I probably wouldn’t have believed it if I hadn’t see it myself how shallow the mammal dolphins will get. I know I’ve seen them in 18” of water, maybe even a bit less. Shallow enough to have to turn sideways to swim. I was wading West Matagorda bay over by the old Army Airforce WWII base in 2’ of water on hard sand and submerged grass and had three dolphin swim real close to me. One I could have touched as it went by. Dolphin will come into the thigh deep first gut of the surf here. That’s all packed sand, though

I do believe the redfish will get extra shallow if they can when dolphin are around. Maybe a shallow and hard or jagged limestone bottom offers some protection. Texas doesn’t really have hard limestone substrates. I think baffin bay might be sort of an exception with the fossilized worm rocks there. I wonder is sharp oyster reef offers the same sort of protection ? I see a lot of redfish tight to shallow, sharp, live oyster reefs. Maybe it isn’t all about the opportunity for a easy meal. Maybe the reef also offers some protection from hungry dolphin. Dolphin can shut down a bite in the surf. I think we’ve all seen the photos of dolphin playing frisbee with good sized flounder or tearing up juvenile redfish. Redfish have enough sense to try to avoid getting eaten by dolphin.


----------



## D33p (Dec 31, 2021)

Typically I find the reds in transition areas and where I fish it's mainly soft bottom but Homosassa has lot's of limestone crags and hard structure.


----------



## Mark H (Nov 22, 2016)

Smackdaddy53 said:


> I’ve seen full grown dolphins chase and catch redfish in a foot of water by swimming on their side so their tail can still get thrust. It’s an amazing sight.

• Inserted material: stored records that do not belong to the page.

"""Loads between nodes as singularity-function (Macaulay) terms, element by element, their exact
fixed-end forces (Euler-Bernoulli), and the nodal load vector of each 1-D problem. Forces in N,
moments in N*m, positions in m from the element's start.
"""

from __future__ import annotations

from dataclasses import dataclass
from typing import Sequence

import numpy as np

from sizer.analysis.cuts import contract
from sizer.analysis.layout import Layout
from sizer.analysis.problems import MOMENT_SIGN, POINT_COMPONENT, Problem, element_freedoms
from sizer.model import Load, PointLoad


@dataclass(frozen=True)
class Terms:
    """The loads between nodes as singularity-function terms, element by element.

    Term i acts in element `element[i]` at local position `at[i]` (m from the element start) with
    order `power[i]`: the load resultant on [0, s] of the element is sum coef <s - at>^power / power!
    (power 0: point force; 1: uniform line load from `at` on; 2: line load rising from `at` on with
    slope coef; -1: a couple, which adds only to the moment). Columns of `coef` are the problems in
    PROBLEM_ORDER: axial force, torque, force along y, force along z; a couple's coefficient is
    -mz in the x-y column and +my in the x-z column (moment about the cut = sum of coef <s - at>^0)."""

    element: np.ndarray
    at: np.ndarray
    power: np.ndarray
    coef: np.ndarray  # (T, ..., 4)

    def values(self, s: np.ndarray, elements: np.ndarray, shifts: Sequence[int]) -> list[np.ndarray]:
        """For each shift: (n, ..., 4) sums over the terms in elements[j] of
        coef <s_j - at>^(power + shift) / (power + shift)!. Shift 0: load resultant on [0, s];
        1: its moment about s (for bars: its integral); 2, 3: further integrals from the element start."""
        steps = np.asarray(shifts)
        out = np.zeros((len(steps), len(s)) + self.coef.shape[1:])
        count = len(self.element)
        order = self.power[None, None, :] + steps[:, None, None]  # (shifts, 1, terms)
        step = max(1, BLOCK_ENTRIES // max(count * len(steps), 1))
        for lo in range(0, len(s) if count else 0, step):  # every term at once, a block of stations at a time
            rows = slice(lo, lo + step)
            gap = np.where(elements[rows, None] == self.element[None, :], np.maximum(s[rows, None] - self.at[None, :], 0.0), 0.0)
            powers = np.where((gap > 0) & (order >= 0), gap ** np.maximum(order, 0) / _FACTORIAL[np.maximum(order, 0)], 0.0)
            block = contract(powers.reshape(-1, count), self.coef)
            out[:, rows] = block.reshape((len(steps), -1) + self.coef.shape[1:])
        return list(out)

    def weighted(self, factors: np.ndarray) -> "Terms":
        """The terms of one case (coef (T, 4)) with coef scaled by each factor: coef (T, len(factors), 4)."""
        return Terms(self.element, self.at, self.power, self.coef[:, None, :] * factors[None, :, None])


def concat_terms(parts: Sequence[Terms]) -> Terms:
    return Terms(np.concatenate([t.element for t in parts]), np.concatenate([t.at for t in parts]),
                  np.concatenate([t.power for t in parts]), np.concatenate([t.coef for t in parts]))


PROBLEM_ORDER: tuple[str, ...] = ("axial", "torsion", "xy", "xz")
_FACTORIAL = np.array([1.0, 1.0, 2.0, 6.0, 24.0, 120.0])
BLOCK_ENTRIES = 1 << 18  # stations x terms x shifts evaluated at once, at most (bounds the memory of a long patterned member)


def case_terms(layout: Layout, loads: Sequence[Load]) -> tuple[np.ndarray, Terms]:
    """Point loads on nodes (m, 6) and the singularity terms of the loads between nodes."""
    nodal = np.zeros((len(layout.nodes), 6))
    element, at, power, coef = [], [], [], []

    def add(e: int, position: float, order: int, values: np.ndarray) -> None:
        element.append(e)
        at.append(position)
        power.append(order)
        coef.append(values)

    x = layout.nodes
    for load in loads:
        if isinstance(load, PointLoad):
            values = np.array(tuple(load.force) + tuple(load.moment), dtype=float)
            node = int(layout.node_of(np.array([load.at]))[0])
            if abs(x[node] - load.at) <= layout.tol:
                nodal[node] += values
                continue
            e = int(np.searchsorted(x, load.at) - 1)
            add(e, load.at - x[e], 0, values[[0, 3, 1, 2]])
            add(e, load.at - x[e], -1, np.array([0.0, 0.0, -values[5], values[4]]))
            continue
        if load.end <= load.start:
            continue
        q0, q1 = np.array(load.q_start, dtype=float), np.array(load.q_end, dtype=float)
        slope = ((q1 - q0) / (load.end - load.start))[[0, 3, 1, 2]]
        for e in np.flatnonzero((x[1:] > load.start) & (x[:-1] < load.end)).tolist():
            lo, hi = max(load.start, x[e]), min(load.end, x[e + 1])
            q_lo = (q0 + (q1 - q0) * (lo - load.start) / (load.end - load.start))[[0, 3, 1, 2]]
            q_hi = q_lo + slope * (hi - lo)
            add(e, lo - x[e], 1, q_lo)
            add(e, lo - x[e], 2, slope)
            add(e, hi - x[e], 1, -q_hi)
            add(e, hi - x[e], 2, -slope)
    terms = Terms(np.array(element, dtype=int), np.array(at, dtype=float), np.array(power, dtype=int),
                   np.array(coef, dtype=float).reshape(-1, 4))
    return nodal, terms


def fixed_end_forces(layout: Layout, terms: Terms) -> np.ndarray:
    """(ne, 4 problems, 4) forces that rigid clamps at both element ends exert on the element under
    its loads: (R0, C0, R1, C1) at the start and end (bending, in the x-y form; x-z in theta), or
    (R0, 0, R1, 0) for axial and torsion. Bending: with v(0) = v'(0) = 0, the end conditions
    v'(l) = v(l) = 0 on EI v'' = M(s) = -C0 + R0 s + (moment of the loads about s) give
    R0 = 12 (F3 - F2 l / 2) / l^3 and C0 = (R0 l^2 / 2 + F2) / l; equilibrium gives the far end.
    Bars: u(l) = 0 on EA u' = -R0 - (load resultant) gives R0 = -F1 / l."""
    le = layout.lengths
    elements = np.arange(len(le))
    f0, f1, f2, f3 = terms.values(le, elements, range(4))
    out = np.zeros((len(le), 4, 4))
    l = le[:, None]
    r0 = 12 * (f3 - f2 * l / 2) / l**3
    c0 = (r0 * l**2 / 2 + f2) / l
    bar_r0 = -f1 / l
    for column, name in enumerate(PROBLEM_ORDER):
        if name in ("xy", "xz"):
            out[:, column] = np.stack([r0[:, column], c0[:, column], -r0[:, column] - f0[:, column],
                                       -c0[:, column] + le * r0[:, column] + f1[:, column]], axis=1)
        else:
            out[:, column, 0] = bar_r0[:, column]
            out[:, column, 2] = -bar_r0[:, column] - f0[:, column]
    return out


def load_vector(problem: Problem, nodal: np.ndarray, fixed: np.ndarray) -> np.ndarray:
    """Nodal load vector (size,) of one problem: loads on nodes plus the element loads as minus
    their fixed-end forces."""
    vector = np.zeros(problem.size)
    force_col, moment_col = POINT_COMPONENT[problem.name]
    forces = fixed[:, PROBLEM_ORDER.index(problem.name)]
    vector[problem.translation] += nodal[:, force_col]
    if problem.bending:
        rot_left, rot_right = problem.rotations
        np.add.at(vector, rot_left, MOMENT_SIGN[problem.name] * nodal[:, moment_col])
        dofs = element_freedoms(problem.translation, rot_left, rot_right)
        np.add.at(vector, dofs, -forces)
    else:
        np.add.at(vector, problem.translation[:-1], -forces[:, 0])
        np.add.at(vector, problem.translation[1:], -forces[:, 2])
    return vector
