- fork-supported beam under uniform moment: Mcr = (pi/L) sqrt(E Iy G J) sqrt(1 + pi^2 E Iw / (G J L^2))
  (Timoshenko & Gere, Theory of Elastic Stability, 2nd ed., ch. 6; from memory);
- narrow rectangle, loads at the centroid, Iw neglected (same source, from memory): cantilever with an
  end load Pcr = 4.013 sqrt(E Iy G J) / L^2; simply supported, central load 16.94 sqrt(...) / L^2;
  simply supported, uniform load (qL)cr = 28.3 sqrt(...) / L^2;
- monosymmetric beam under uniform moment: Mcr = (pi^2 E Iy / L^2) [beta/2 + sqrt((beta/2)^2 + Iw/Iy
  + G J L^2 / (pi^2 E Iy))], beta positive with the larger flange in compression (Trahair,
  Flexural-Torsional Buckling of Structures, from memory);
- three-factor formula for the load-height effect (approximate factors: C1 about 1.13, C2 about 0.45
  for a uniform load on a simply supported beam; docs/references.md, from memory);
- pinned singly symmetric column: the lower root of (P - Pb)(P - Pt) r0^2 - P^2 y0^2 = 0 (Timoshenko &
  Gere ch. 5, from memory).
The section values of the I-beam are the handbook IPE 300 (EN 10365 dimensions; docs/references.md, from
memory); the solver is given them directly, so only the solver is tested here.
"""

from __future__ import annotations

import math
from dataclasses import replace

import numpy as np
import pytest
from hypothesis import HealthCheck, given, settings
from hypothesis import strategies as st

from sizer.analysis import solve_member
from sizer.api import member_from_text
from sizer.model import Restraint, Stiffness
from sizer.stability import MemberStability, StabilitySection, mode_name

E, G = 200e9, 77e9  # Pa, structural steel (docs/references.md, common practice)
IPE300 = dict(area=53.8e-4, Iz=8356e-8, Iy=604e-8, J=20.1e-8, Iw=125.9e3 * 1e-12, h=0.300)  # handbook (docs/references.md)
FINE = 64  # elements per length for the convergence check (8x the default)


def section(area: float, Iz: float, Iy: float, J: float, Iw: float, h: float, y0: float = 0.0, Py: float = 0.0,
            y_top: float | None = None) -> StabilitySection:
    """A StabilitySection from handbook-style values (y0: shear centre above the centroid, m)."""
    top = h / 2 if y_top is None else y_top
    return StabilitySection(EIz=E * Iz, EIy=E * Iy, EIyz=0.0, GJ=G * J, EIw=E * Iw, area=area, Iz=Iz, Iy=Iy, Iyz=0.0,
                            y0=y0, z0=0.0, Py=Py, Pz=0.0, y_top=top, y_bottom=h - top)


def beam(length: float, supports: str, loads: str, restraints: str = "") -> tuple[MemberStability, np.ndarray]:
    """A member from member-file text (no self-weight): its stability model and its one combination's weights."""
    text = f'[member]\nlength = "{length} m"\nmaterial = "steel"\nself_weight = false\n{supports}\n{loads}\n{restraints}'
    member = member_from_text(text)
    solution = solve_member(member, Stiffness.unit(), None)
    return MemberStability(member, solution), solution.weights(None)[0]


SIMPLE = '[[supports]]\nat = "0 m"\ntype = "pin"\n[[supports]]\nat = "{L} m"\ntype = "roller"'


def uniform_moment(L: float, moment: float = 10e3) -> tuple[MemberStability, np.ndarray]:
    """Couples at the ends that make Mz = `moment` (N*m, sagging positive) all along."""
    loads = f'[[loads]]\ntype = "moment"\nat = "0 m"\nmz = "{-moment} N*m"\n[[loads]]\ntype = "moment"\nat = "{L} m"\nmz = "{moment} N*m"'
    return beam(L, SIMPLE.format(L=L), loads)


def timoshenko_uniform_moment(L: float, s: dict) -> float:
    """Mcr of a fork-supported doubly symmetric beam under uniform moment (Timoshenko & Gere)."""
    return math.pi / L * math.sqrt(E * s["Iy"] * G * s["J"] * (1 + math.pi**2 * E * s["Iw"] / (G * s["J"] * L**2)))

I've seen redfish chase bait up onto mud and have to wiggle their way back into water but never what you saw. Very cool memory.


----------



## hipshot (Sep 29, 2018)

Maury Morrison and I watched a pair of dolphins herding mullet onto an exposed oyster reef in Bray’s Cove, Mesquite Bay. They’d bat them up onto the exposed shell with their tails and grab them as they flopped back into the water. He got some cell phone video of it, but we were too far away for fine detail. Great show! Those dolphins were in less than a foot of water. I would have thought the shell would be shredding them, but it didn’t seem to bother them.


----------



## lemaymiami (Feb 9, 2007)

We're a long ways south - down on the coast of the Everglades but in the fall there's one area with a lovely long exposed mud bank at low tide along a shoreline where groups of dolphin will herd mullet up to the edge then actually drive them up onto the bare mud then wiggle themselves about two or three feet onto the mud to pick up fish that are flopping around trying to get back to water... It's so neat that whenever it's on - my anglers will put down their rods and reach for their cameras...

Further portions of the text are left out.